[Saved data entries]
import { HttpClient, HttpParams } from '@angular/common/http';
import { DestroyRef, computed, inject, signal, type Signal } from '@angular/core';
import { takeUntilDestroyed, toSignal } from '@angular/core/rxjs-interop';
import type { PageEvent } from '@angular/material/paginator';
import type { Sort } from '@angular/material/sort';
import { ActivatedRoute, Router, type ParamMap } from '@angular/router';
import { Subject, auditTime, catchError, distinctUntilChanged, filter, map, merge, of, switchMap, tap } from 'rxjs';
import type { LiveEventType } from '../../../../shared/api/live';
import type { Page } from '../../../../shared/api/users';
import { LiveEvents } from '../../core/live/live-events';
import { errorMessage } from '../../inventory/messages';
import { PAGE_SIZES, type TableState } from './table-types';

export interface ServerTableConfig {
  /** The list's API path, e.g. /api/incidents; its export is `${path}/export`. */
  path: string;
  sortKeys: readonly string[];
  defaultSort: string;
  defaultDir: 'asc' | 'desc';
  defaultPageSize?: number;
  /** URL keys of the filters, with the value each has when the URL leaves it out. */
  filters: Readonly<Record<string, string>>;
  /** Live events after which the rows are fetched again. */
  liveTypes: readonly LiveEventType[];
  /** The URL's filters as the API's parameters (days to instants and the like). */
  apiFilters?(filters: Readonly<Record<string, string>>): Record<string, string | undefined>;
}

/** Live changes come in bursts (an incident and its request together): one refetch per second at most. */
export const LIVE_REFRESH_MS = 1_000;

const sameState = (a: TableState, b: TableState) => JSON.stringify(a) === JSON.stringify(b);

/**
 * A server-paged, server-sorted table whose state lives in the page's URL (so a link or
 * the back button restores it): every change navigates, every URL change fetches, and
 * the live feed refetches the rows shown. Create one in a component's field initialiser.
 */
export class ServerTable<T> {
  private readonly http = inject(HttpClient);
  private readonly router = inject(Router);
  private readonly route = inject(ActivatedRoute);
  private readonly live = inject(LiveEvents);
  private readonly reloads = new Subject<void>();

  readonly state: Signal<TableState>;
  readonly rows = signal<T[]>([]);
  readonly total = signal(0);
  readonly loading = signal(true);
  readonly error = signal<string | null>(null);
  /** True once a first answer arrived, so an empty state never flashes before it. */
  readonly loaded = signal(false);
  /** Whether any filter differs from its default (the empty state then offers to clear them). */
  readonly filtered = computed(() => Object.entries(this.config.filters).some(([key, value]) => (this.state().filters[key] ?? '') !== value));
  readonly pageSizes = PAGE_SIZES;

  constructor(readonly config: ServerTableConfig) {
    const destroyRef = inject(DestroyRef);
    this.state = toSignal(this.route.queryParamMap.pipe(map((params) => this.parse(params))), { initialValue: this.parse(this.route.snapshot.queryParamMap) });
    const urlChanges = this.route.queryParamMap.pipe(
      map((params) => this.parse(params)),
      distinctUntilChanged(sameState),
    );
    const liveChanges = merge(this.live.events$.pipe(filter((event) => config.liveTypes.includes(event.type))), this.live.reconnected$).pipe(auditTime(LIVE_REFRESH_MS));
    merge(urlChanges, merge(this.reloads, liveChanges).pipe(map(() => this.state())))
      .pipe(
        // The route's query parameters emit the current ones at once: that is the first fetch.
        tap(() => this.loading.set(true)),
        switchMap((state) =>
          this.http.get<Page<T>>(config.path, { params: this.params(state, true) }).pipe(
            map((page) => ({ page, error: null as string | null })),
            catchError((error: unknown) => of({ page: null, error: errorMessage(error) })),
          ),
        ),
        takeUntilDestroyed(destroyRef),
      )
      .subscribe(({ page, error }) => {
        this.loading.set(false);
        this.error.set(error);
        if (!page) return;
        this.rows.set(page.items);
        this.total.set(page.total);
        this.loaded.set(true);
      });
  }

  reload(): void {
    this.reloads.next();
  }

  setSort(sort: Sort): void {
    const active = sort.direction ? sort.active : this.config.defaultSort;
    const dir = sort.direction || this.config.defaultDir;
    this.navigate({ sort: active === this.config.defaultSort ? null : active, dir: dir === this.config.defaultDir ? null : dir, page: null });
  }

  setPage(event: PageEvent): void {
    const pageSize = event.pageSize === this.defaultPageSize ? null : event.pageSize;
    this.navigate({ page: event.pageIndex || null, pageSize });
  }

  /** A filter change starts again from the first page; typing replaces the history entry. */
  setFilter(key: string, value: string, replaceUrl = false): void {
    this.navigate({ [key]: value === this.config.filters[key] ? null : value, page: null }, replaceUrl);
  }

  clearFilters(): void {
    this.navigate({ ...Object.fromEntries(Object.keys(this.config.filters).map((key) => [key, null])), page: null });
  }

  /** The current filters and sort as API parameters, for the export (no paging). */
  exportParams(): HttpParams {
    return this.params(this.state(), false);
  }

  private get defaultPageSize(): number {
    return this.config.defaultPageSize ?? 25;
  }

  private params(state: TableState, paged: boolean): HttpParams {
    const filters = this.config.apiFilters ? this.config.apiFilters(state.filters) : state.filters;
    let params = new HttpParams().set('sort', state.sort).set('dir', state.dir);
    if (paged) params = params.set('page', state.page).set('pageSize', state.pageSize);
    for (const [key, value] of Object.entries(filters)) if (value) params = params.set(key, value);
    return params;
  }

  private parse(params: ParamMap): TableState {
    const sort = params.get('sort') ?? '';
    const dir = params.get('dir');
    const page = Number(params.get('page') ?? 0);
    const pageSize = Number(params.get('pageSize') ?? this.defaultPageSize);
    const filters: Record<string, string> = {};
    for (const [key, fallback] of Object.entries(this.config.filters)) filters[key] = params.get(key) ?? fallback;
    return {
      sort: this.config.sortKeys.includes(sort) ? sort : this.config.defaultSort,
      dir: dir === 'asc' || dir === 'desc' ? dir : this.config.defaultDir,
      page: Number.isInteger(page) && page >= 0 ? page : 0,
      pageSize: (PAGE_SIZES as readonly number[]).includes(pageSize) ? pageSize : this.defaultPageSize,
      filters,
    };
  }

  private navigate(queryParams: Record<string, string | number | null>, replaceUrl = false): void {
    void this.router.navigate([], { relativeTo: this.route, queryParams, queryParamsHandling: 'merge', replaceUrl });
  }
}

PROBLEM TO WORK ON
The answer must be every line from the records above that contains "Subject".

TASK SOLUTION
import { Subject, auditTime, catchError, distinctUntilChanged, filter, map, merge, of, switchMap, tap } from 'rxjs';
  private readonly reloads = new Subject<void>();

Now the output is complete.